Dataset content Block Start
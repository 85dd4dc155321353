/**
 * Cylinders against closed forms and against an independent model:
 * (a) gas spring: ω² = (k + Σ n·p·A²/V)/M for small oscillations (any fluid-power text, from
 *     memory), n = 1 isothermal, γ adiabatic — within 1 % from the
 *     simulated ringing;
 * (b) a frictionless piston against a spring from a constant-pressure supply settles at
 *     x = ((p − pa)·A − F0 − F)/k (static force balance, closed form) — to 1e-6;
 * (c) Karnopp stick–slip (J. Dyn. Sys. Meas. Control 107 (1985) 100): a piston under a force
 *     ramp r·t starts when r·t reaches F_s, then M·v̇ = r·t − F_c, so
 *     v = (r(t² − t*²)/2 − F_c(t − t*))/M; under a constant force F > F_s with viscous friction c,
 *     v = ((F − F_c)/c)(1 − e^(−c·t/M)) (closed forms of M·v̇ = F − F_c − c·v) — to 1e-6;
 * (e) invariants: mass to round-off; energy: gas internal energy (adiabatic) or free energy
 *     −m·R·T·ln V (isothermal) + kinetic + spring + load + gravity + ambient work, less what
 *     friction and the stops dissipated, stays constant — to 1e-6 of the energy exchanged.
 * (d) the full transient against test/reference/cylinder.py is in cylinder-reference.test.ts.
 */
import { describe, expect, it } from 'vitest';
import { cylinderSummary } from '../../src/transient/results.js';
import { at, channel, modelFromText, runChecked } from '../helpers.js';

const PA = 101325;
const R_AIR = 8.314462618 / 0.0289647;

/** Times at which a sampled signal crosses `level` upwards, by linear interpolation. */
function upCrossings(ts: number[], v: number[], level: number): number[] {
  const out: number[] = [];
  for (let k = 1; k < v.length; k++) {
    if (v[k - 1] < level && v[k] >= level) out.push(ts[k - 1] + ((level - v[k - 1]) / (v[k] - v[k - 1])) * (ts[k] - ts[k - 1]));
  }
  return out;
}

/** Bisection for f(x) = 0 on [a, b] with a sign change. */
function bisect(f: (x: number) => number, a: number, b: number): number {
  let fa = f(a);
  for (let i = 0; i < 200; i++) {
    const m = 0.5 * (a + b);
    const fm = f(m);
    if (Math.sign(fm) === Math.sign(fa)) { a = m; fa = fm; } else b = m;
  }
  return 0.5 * (a + b);
}

describe("(a) gas spring frequency (any fluid-power text, from memory)", () => {
  // sealed double-acting cylinder, both sides start at ambient with the cap 2 kPa above: the
  // piston rings about the position where the two gas springs and the mechanical spring balance
  const bore = 0.032; const rod = 0.012; const stroke = 0.1; const Vc0 = 5e-6; const Vr0 = 5e-6;
  const M = 2; const k = 300; const x0 = 0.05;
  const Ac = Math.PI * bore * bore / 4;
  const Ar = Math.PI * (bore * bore - rod * rod) / 4;
  for (const heat of ['isothermal', 'adiabatic'] as const) {
    it(`${heat}: the ringing period matches 2π/ω within 1 %`, () => {
      const n = heat === 'isothermal' ? 1 : 1.4;
      const pc0 = PA + 2000;
      const pr0 = PA;
      const preload = -k * x0; // spring relaxed at x0: F0 + k·x0 = 0
      const r = runChecked(modelFromText(`format: 1
heat: ${heat}
ambient: { pressure: 101.325 kPa abs, temperature: 293.15 K }
cylinders:
  c:
    bore: ${bore * 1000} mm
    rod: ${rod * 1000} mm
    stroke: ${stroke * 1000} mm
    dead-volume: { cap: ${Vc0 * 1e6} mL, rod: ${Vr0 * 1e6} mL }
    moving-mass: ${M} kg
    spring: { rate: ${k} N/m, preload: 0 N }
    force: ${preload} N
    start: { position: ${x0 * 1000} mm, cap: { pressure: ${pc0 / 1000} kPa abs }, rod: { pressure: ${pr0 / 1000} kPa abs } }
simulate: { duration: 2 s, sample: 0.1 ms, tolerance: 1e-10 }
`));
      // equilibrium: pc·Vc^n and pr·Vr^n stay constant (no flow, no friction)
      const Vc = (x: number): number => Vc0 + Ac * x;
      const Vr = (x: number): number => Vr0 + Ar * (stroke - x);
      const cc = pc0 * Vc(x0) ** n;
      const cr = pr0 * Vr(x0) ** n;
      const F = (x: number): number => (cc / Vc(x) ** n - PA) * Ac - (cr / Vr(x) ** n - PA) * Ar - k * (x - x0);
      const xe = bisect(F, x0 - 0.02, x0 + 0.02);
      const pc = cc / Vc(xe) ** n;
      const pr = cr / Vr(xe) ** n;
      const omega = Math.sqrt((k + (n * pc * Ac * Ac) / Vc(xe) + (n * pr * Ar * Ar) / Vr(xe)) / M);
      const ts = r.trace.times;
      const ups = upCrossings(ts, channel(r, 'c.position'), xe);
      expect(ups.length).toBeGreaterThan(5);
      const period = (ups[ups.length - 1] - ups[0]) / (ups.length - 1);
      expect(Math.abs(period * omega / (2 * Math.PI) - 1)).toBeLessThan(0.01);
    });
  }
});

describe('(b) spring equilibrium x = ((p − pa)A − F0 − F)/k (static force balance)', () => {
  it('a frictionless single-acting piston fed through a large line settles there to 1e-6', () => {
    const r = runChecked(modelFromText(`format: 1
reservoirs:
  supply: { pressure: 150 kPa gauge }
cylinders:
  c:
    bore: 25 mm
    stroke: 200 mm
    dead-volume: 2 mL
    moving-mass: 0.5 kg
    spring: { rate: 800 N/m, preload: 15 N }
    force: 12 N
    friction: { viscous: 60 N*s/m }
lines:
  feed: { from: supply, to: c.cap, diameter: 6 mm, length: 0.5 m }
simulate: { duration: 3 s, tolerance: 1e-9, method: implicit }
`));
    // implicit: the line starts near choking (its flow limited by the gas's acceleration), so
    // `auto` sees a mild problem at the start and picks the explicit method, which then crawls
    // through the stiff rest of the laminar line at equilibrium
    const A = Math.PI * 0.025 ** 2 / 4;
    const want = (150e3 * A - 15 - 12) / 800;
    expect(want).toBeGreaterThan(0.05);
    expect(Math.abs(cylinderSummary(r, 'c')!.final.position - want) / want).toBeLessThan(1e-6);
    expect(Math.abs(cylinderSummary(r, 'c')!.final.velocity)).toBeLessThan(1e-6);
  });
});

describe('(c) Karnopp stick–slip (J. Dyn. Sys. Meas. Control 107 (1985) 100), closed forms of M·v̇ = F − F_c − c·v', () => {
  // a dead volume so large that the sealed cap stays at ambient to about 1e-9 while the piston
  // moves: the net force is the external force alone
  const base = (force: string, friction: string): string => `format: 1
cylinders:
  c:
    bore: 32 mm
    stroke: 3 m
    dead-volume: 1e5 m^3
    moving-mass: 10 kg
    force: "${force}"
    friction: ${friction}
simulate: { duration: 1 s, sample: 1 ms, tolerance: 1e-10 }
`;

  it('under a ramp r·t it starts at t* = F_s/r and then v = (r(t² − t*²)/2 − F_c(t − t*))/M', () => {
    const rate = 50; const Fs = 30; const Fc = 20; const M = 10;
    const r = runChecked(modelFromText(base('-(50 N) * t / (1 s)', `{ static: ${Fs} N, sliding: ${Fc} N }`)));
    const tStar = Fs / rate;
    const start = r.events.find((e) => e.what.includes('starts to move'));
    expect(start, r.events.map((e) => e.what).join('\n')).toBeDefined();
    expect(Math.abs(start!.t - tStar)).toBeLessThan(1e-6 * tStar);
    for (const t of [0.3, 0.59, 0.7, 0.85, 1.0]) {
      const want = t <= tStar ? 0 : (rate * (t * t - tStar * tStar) / 2 - Fc * (t - tStar)) / M;
      expect(Math.abs(at(r, 'c.velocity', t) - want), `v(${t})`).toBeLessThan(1e-6 * Math.max(want, 1e-3));
    }
  });

  it('under a constant force above F_s: v = ((F − F_c)/c)(1 − e^(−c·t/M)) from t = 0', () => {
    const F = 60; const Fc = 20; const c = 25; const M = 10;
    const r = runChecked(modelFromText(base('-60 N', `{ static: 30 N, sliding: ${Fc} N, viscous: ${c} N*s/m }`)));
    for (const t of [0.05, 0.2, 0.5, 1.0]) {
      const want = ((F - Fc) / c) * (1 - Math.exp((-c * t) / M));
      expect(Math.abs(at(r, 'c.velocity', t) - want) / want, `v(${t})`).toBeLessThan(1e-6);
    }
  });

  it('below F_s the piston never moves, and no event chatters', () => {
    const r = runChecked(modelFromText(base('-29.9 N', '{ static: 30 N, sliding: 20 N }')));
    expect(cylinderSummary(r, 'c')!.final.position).toBe(0);
    expect(r.events.filter((e) => e.what.includes('c ')).length).toBe(0);
  });
});

describe('(e) invariants with cylinders in the network', () => {
  // sealed double-acting cylinder with spring, load, gravity and friction, released off balance
  const text = (heat: string): string => `format: 1
heat: ${heat}
ambient: { pressure: 101.325 kPa abs, temperature: 293.15 K }
cylinders:
  c:
    bore: 40 mm
    rod: 16 mm
    stroke: 80 mm
    dead-volume: { cap: 4 mL, rod: 6 mL }
    moving-mass: 1.2 kg
    spring: { rate: 400 N/m, preload: 10 N }
    force: 5 N
    friction: { static: 8 N, sliding: 6 N, viscous: 3 N*s/m }
    mounting: { angle: 20 deg }
    start: { position: 20 mm, cap: { pressure: 80 kPa gauge }, rod: { pressure: 10 kPa gauge } }
simulate: { duration: 1.5 s, sample: 0.5 ms, tolerance: 1e-10 }
`;
  for (const heat of ['adiabatic', 'isothermal'] as const) {
    it(`${heat}: energy stored + dissipated stays constant to 1e-6 of the energy exchanged`, () => {
      const r = runChecked(modelFromText(text(heat)), 1e-12);
      const cv = R_AIR / 0.4;
      const Ac = Math.PI * 0.04 ** 2 / 4;
      const Ar = Math.PI * (0.04 ** 2 - 0.016 ** 2) / 4;
      const x = channel(r, 'c.position');
      const v = channel(r, 'c.velocity');
      const mc = channel(r, 'c.cap.mass'); const mr = channel(r, 'c.rod.mass');
      const Tc = channel(r, 'c.cap.temperature'); const Tr = channel(r, 'c.rod.temperature');
      const Vc = channel(r, 'c.cap.volume'); const Vr = channel(r, 'c.rod.volume');
      const lost = channel(r, 'c.dissipated');
      const grav = 1.2 * 9.80665 * Math.sin((20 * Math.PI) / 180);
      const E = (k: number): number => {
        const gas = heat === 'adiabatic'
          ? mc[k] * cv * Tc[k] + mr[k] * cv * Tr[k]
          : -mc[k] * R_AIR * Tc[k] * Math.log(Vc[k]) - mr[k] * R_AIR * Tr[k] * Math.log(Vr[k]);
        return gas + 0.5 * 1.2 * v[k] ** 2 + 10 * x[k] + 0.5 * 400 * x[k] ** 2 + 5 * x[k] + grav * x[k] + PA * (Ac - Ar) * x[k] + lost[k];
      };
      const moved = Math.max(...x) - Math.min(...x);
      expect(moved).toBeGreaterThan(0.005);
      const scale = Math.max(...lost) + 0.5 * 1.2 * Math.max(...v.map((u) => u * u));
      let worst = 0;
      for (let k = 0; k < x.length; k++) worst = Math.max(worst, Math.abs(E(k) - E(0)));
      expect(worst / scale).toBeLessThan(1e-6);
      expect(r.mass.drift).toBe(0);
    });
  }
});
Dataset content Block End
■ Problem requirements
Emit an exact copy of the lines spanning the start of the records to the line containing "work, less what", inclusive, and no other output.

■ Your solution
repository 85dd4dc155321353
/**
 * Cylinders against closed forms and against an independent model:
 * (a) gas spring: ω² = (k + Σ n·p·A²/V)/M for small oscillations (any fluid-power text, from
 *     memory), n = 1 isothermal, γ adiabatic — within 1 % from the
 *     simulated ringing;
 * (b) a frictionless piston against a spring from a constant-pressure supply settles at
 *     x = ((p − pa)·A − F0 − F)/k (static force balance, closed form) — to 1e-6;
 * (c) Karnopp stick–slip (J. Dyn. Sys. Meas. Control 107 (1985) 100): a piston under a force
 *     ramp r·t starts when r·t reaches F_s, then M·v̇ = r·t − F_c, so
 *     v = (r(t² − t*²)/2 − F_c(t − t*))/M; under a constant force F > F_s with viscous friction c,
 *     v = ((F − F_c)/c)(1 − e^(−c·t/M)) (closed forms of M·v̇ = F − F_c − c·v) — to 1e-6;
 * (e) invariants: mass to round-off; energy: gas internal energy (adiabatic) or free energy
 *     −m·R·T·ln V (isothermal) + kinetic + spring + load + gravity + ambient work, less what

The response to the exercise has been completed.